BY DR. RICHARD L. McCANN
A thoracic aortic aneurysm or TAA is a bulging of the wall of the aorta, the main vessel that feeds blood from your heart to tissues and organs throughout your body. The aorta is normally about the size of a large garden hose. When the aorta expands to more than twice its normal diameter, it is called an aneurysm. When an aneurysm occurs in a portion of the aorta within your chest, it is called a thoracic (chest) aortic aneurysm or TAA.
Usually affects elders, but not always
About 15,000 people in the United States are diagnosed with this condition every year, usually people their 70s and 80s. Still, younger people can develop a TAA, particularly if they have certain genetic inherited diseases. You are more likely to develop a TAA if you are a smoker and if you have uncontrolled hypertension.

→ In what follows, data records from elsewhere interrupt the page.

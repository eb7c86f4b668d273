import type { PlanRefusal } from '../../../shared/model/plan';
import { planJson } from '../../../shared/plan/canonical-json';
import { makePlan } from '../../../shared/plan/make-plan';
import { parseRequest } from '../../../shared/plan/parse-request';
import type { Result } from '../../../shared/result';

/**
 * The plan of a request, in the one text form that the app computes too.
 *
 * @param json a request as it came, of any shape
 */
export function planText(
  json: unknown,
): Result<string, { kind: 'refused'; errors: PlanRefusal[] }> {
  const request = parseRequest(json);
  if (!request.ok) return request;
  const plan = makePlan(request.value);
  if (!plan.ok) return plan;
  return { ok: true, value: planJson(plan.value) };
}
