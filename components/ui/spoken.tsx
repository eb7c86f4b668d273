import { Platform, StyleSheet, Text } from 'react-native';

/** Words for screen readers only. */
export function Spoken({ children }: { children: string }) {
  return <Text style={styles.unseen}>{children}</Text>;
}

/**
 * A control's name on a device. In a browser its name is its contents, `Spoken` words included: an
 * aria-label beside visible words of another order would part the two for who speaks to the page.
 */
export function deviceName(name: string): { 'aria-label'?: string } {
  return Platform.OS === 'web' ? {} : { 'aria-label': name };
}

const styles = StyleSheet.create({
  unseen: { position: 'absolute', width: 1, height: 1, overflow: 'hidden', opacity: 0 },
});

Thoracic aortic aneurysms are classified by their specific location, by their shape and by how they formed.
LOCATION: Aneurysms can occur in any of the three regions of the thoracic aorta:
- THE ASCENDING AORTA comes directly out of the heart.
- THE AORTIC ARCH is the next region; it has branches to provide blood to the upper body and to the head.
- THE DESCENDING AORTA travels through the left chest and passes through the diaphragm where it becomes the abdominal aorta.
SHAPE: Aneurysms can be:
- SACCULAR, affecting only a portion of the circumference of the aorta wall and bulging only on one side.
- FUSIFORM, involving the entire circumference of the wall and shaped like a fat sausage.